= What you need to do =
Please copy the lines below exactly, from the first one through the line showing "pk, ipk = p.peak, p.ipk".

= Data supplied =
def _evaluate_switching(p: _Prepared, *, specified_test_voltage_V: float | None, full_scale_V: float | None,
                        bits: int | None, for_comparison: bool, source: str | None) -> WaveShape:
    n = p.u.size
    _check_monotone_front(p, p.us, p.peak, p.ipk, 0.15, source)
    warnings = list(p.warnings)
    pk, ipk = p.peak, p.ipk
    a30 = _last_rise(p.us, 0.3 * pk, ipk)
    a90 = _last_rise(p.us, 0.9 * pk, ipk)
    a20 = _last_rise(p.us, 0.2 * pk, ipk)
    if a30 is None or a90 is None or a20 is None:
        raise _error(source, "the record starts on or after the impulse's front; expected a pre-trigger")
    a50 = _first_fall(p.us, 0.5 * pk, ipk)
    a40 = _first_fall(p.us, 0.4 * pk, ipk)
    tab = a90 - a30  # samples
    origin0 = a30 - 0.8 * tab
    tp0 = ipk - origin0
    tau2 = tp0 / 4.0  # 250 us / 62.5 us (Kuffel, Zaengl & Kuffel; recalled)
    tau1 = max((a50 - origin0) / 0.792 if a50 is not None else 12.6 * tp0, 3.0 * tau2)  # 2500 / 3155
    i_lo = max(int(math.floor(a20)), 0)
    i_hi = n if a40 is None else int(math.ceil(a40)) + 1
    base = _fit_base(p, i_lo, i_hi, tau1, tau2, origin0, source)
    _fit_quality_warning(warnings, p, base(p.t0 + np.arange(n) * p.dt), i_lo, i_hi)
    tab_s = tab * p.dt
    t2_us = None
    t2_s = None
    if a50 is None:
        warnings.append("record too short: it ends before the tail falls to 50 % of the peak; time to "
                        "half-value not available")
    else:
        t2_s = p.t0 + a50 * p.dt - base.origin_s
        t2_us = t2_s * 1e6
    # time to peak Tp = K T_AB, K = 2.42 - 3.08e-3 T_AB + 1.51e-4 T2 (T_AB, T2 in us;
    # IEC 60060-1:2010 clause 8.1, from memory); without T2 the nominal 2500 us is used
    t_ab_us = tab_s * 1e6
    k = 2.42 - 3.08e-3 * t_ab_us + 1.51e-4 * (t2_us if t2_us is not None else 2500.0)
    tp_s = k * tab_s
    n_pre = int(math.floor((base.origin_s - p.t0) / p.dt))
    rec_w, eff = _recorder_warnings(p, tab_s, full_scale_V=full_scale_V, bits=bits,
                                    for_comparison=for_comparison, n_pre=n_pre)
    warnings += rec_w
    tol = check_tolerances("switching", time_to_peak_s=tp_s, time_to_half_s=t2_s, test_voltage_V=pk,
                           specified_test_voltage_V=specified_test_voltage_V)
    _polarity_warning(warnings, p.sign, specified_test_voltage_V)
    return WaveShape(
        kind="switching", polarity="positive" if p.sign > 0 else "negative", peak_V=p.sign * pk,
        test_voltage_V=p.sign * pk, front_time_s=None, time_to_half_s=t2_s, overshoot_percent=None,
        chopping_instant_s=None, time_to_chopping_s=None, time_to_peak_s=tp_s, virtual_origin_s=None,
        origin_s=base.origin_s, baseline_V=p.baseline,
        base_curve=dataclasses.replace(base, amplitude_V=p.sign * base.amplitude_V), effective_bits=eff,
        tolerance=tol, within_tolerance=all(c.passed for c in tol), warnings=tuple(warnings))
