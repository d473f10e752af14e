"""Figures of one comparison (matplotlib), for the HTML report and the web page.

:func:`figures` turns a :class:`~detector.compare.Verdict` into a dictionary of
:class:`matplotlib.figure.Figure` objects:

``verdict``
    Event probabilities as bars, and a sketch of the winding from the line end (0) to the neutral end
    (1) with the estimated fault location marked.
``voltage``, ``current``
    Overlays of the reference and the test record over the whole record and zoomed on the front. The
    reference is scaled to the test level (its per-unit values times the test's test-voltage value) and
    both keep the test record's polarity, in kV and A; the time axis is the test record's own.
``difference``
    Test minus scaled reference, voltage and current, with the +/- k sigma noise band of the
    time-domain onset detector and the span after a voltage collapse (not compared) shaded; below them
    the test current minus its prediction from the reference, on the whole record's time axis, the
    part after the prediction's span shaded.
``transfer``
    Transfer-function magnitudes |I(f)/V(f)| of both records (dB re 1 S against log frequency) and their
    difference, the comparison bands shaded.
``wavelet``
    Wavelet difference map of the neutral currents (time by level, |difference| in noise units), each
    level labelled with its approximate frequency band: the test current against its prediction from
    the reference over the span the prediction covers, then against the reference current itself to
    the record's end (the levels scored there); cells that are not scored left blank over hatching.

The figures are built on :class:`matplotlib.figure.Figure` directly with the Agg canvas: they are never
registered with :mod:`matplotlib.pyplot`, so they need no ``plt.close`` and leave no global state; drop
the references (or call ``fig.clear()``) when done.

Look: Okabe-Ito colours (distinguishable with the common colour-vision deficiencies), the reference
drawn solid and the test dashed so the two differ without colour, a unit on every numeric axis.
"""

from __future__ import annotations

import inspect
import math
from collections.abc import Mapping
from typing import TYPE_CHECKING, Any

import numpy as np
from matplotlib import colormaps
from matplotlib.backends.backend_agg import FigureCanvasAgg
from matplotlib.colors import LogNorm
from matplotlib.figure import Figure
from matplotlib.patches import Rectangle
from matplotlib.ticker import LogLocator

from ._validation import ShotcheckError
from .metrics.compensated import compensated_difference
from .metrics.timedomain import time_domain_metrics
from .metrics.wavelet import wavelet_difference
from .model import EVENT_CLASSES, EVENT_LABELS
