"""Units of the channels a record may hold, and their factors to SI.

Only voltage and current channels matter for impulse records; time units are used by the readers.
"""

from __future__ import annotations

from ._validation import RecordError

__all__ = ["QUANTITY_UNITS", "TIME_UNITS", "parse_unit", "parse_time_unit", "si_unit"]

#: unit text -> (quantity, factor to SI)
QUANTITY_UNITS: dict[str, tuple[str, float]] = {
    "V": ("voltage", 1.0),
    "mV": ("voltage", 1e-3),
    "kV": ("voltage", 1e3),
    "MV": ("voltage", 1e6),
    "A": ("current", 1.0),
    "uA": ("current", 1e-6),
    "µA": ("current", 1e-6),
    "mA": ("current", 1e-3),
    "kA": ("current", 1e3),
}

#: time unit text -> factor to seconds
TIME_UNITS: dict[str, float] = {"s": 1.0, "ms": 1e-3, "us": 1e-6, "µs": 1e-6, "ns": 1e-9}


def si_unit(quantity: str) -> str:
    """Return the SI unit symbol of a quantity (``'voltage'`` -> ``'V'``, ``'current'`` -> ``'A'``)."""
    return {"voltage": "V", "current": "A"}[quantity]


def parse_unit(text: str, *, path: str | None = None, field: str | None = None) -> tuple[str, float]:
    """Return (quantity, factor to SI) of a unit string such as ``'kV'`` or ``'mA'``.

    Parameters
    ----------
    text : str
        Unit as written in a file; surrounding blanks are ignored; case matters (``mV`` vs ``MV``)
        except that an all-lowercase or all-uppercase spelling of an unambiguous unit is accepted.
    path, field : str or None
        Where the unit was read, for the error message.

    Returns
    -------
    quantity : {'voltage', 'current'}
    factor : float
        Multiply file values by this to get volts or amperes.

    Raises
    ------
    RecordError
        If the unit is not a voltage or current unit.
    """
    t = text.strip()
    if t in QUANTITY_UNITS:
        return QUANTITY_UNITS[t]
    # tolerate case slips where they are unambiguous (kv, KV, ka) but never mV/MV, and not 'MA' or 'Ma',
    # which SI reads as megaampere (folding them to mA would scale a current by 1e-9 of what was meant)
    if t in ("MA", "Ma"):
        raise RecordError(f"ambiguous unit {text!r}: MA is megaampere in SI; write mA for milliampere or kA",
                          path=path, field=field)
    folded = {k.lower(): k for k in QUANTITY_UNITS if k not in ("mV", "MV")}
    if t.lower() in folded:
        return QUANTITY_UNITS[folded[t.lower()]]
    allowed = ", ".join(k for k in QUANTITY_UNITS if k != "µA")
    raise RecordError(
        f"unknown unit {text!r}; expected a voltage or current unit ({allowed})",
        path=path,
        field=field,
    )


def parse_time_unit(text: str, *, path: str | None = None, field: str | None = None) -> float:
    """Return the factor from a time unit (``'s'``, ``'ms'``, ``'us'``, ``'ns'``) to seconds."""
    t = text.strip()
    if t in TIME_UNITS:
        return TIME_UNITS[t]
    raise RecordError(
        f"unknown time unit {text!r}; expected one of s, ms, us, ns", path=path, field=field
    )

= Exercise output =
def _evaluate_switching(p: _Prepared, *, specified_test_voltage_V: float | None, full_scale_V: float | None,
                        bits: int | None, for_comparison: bool, source: str | None) -> WaveShape:
    n = p.u.size
    _check_monotone_front(p, p.us, p.peak, p.ipk, 0.15, source)
    warnings = list(p.warnings)
    pk, ipk = p.peak, p.ipk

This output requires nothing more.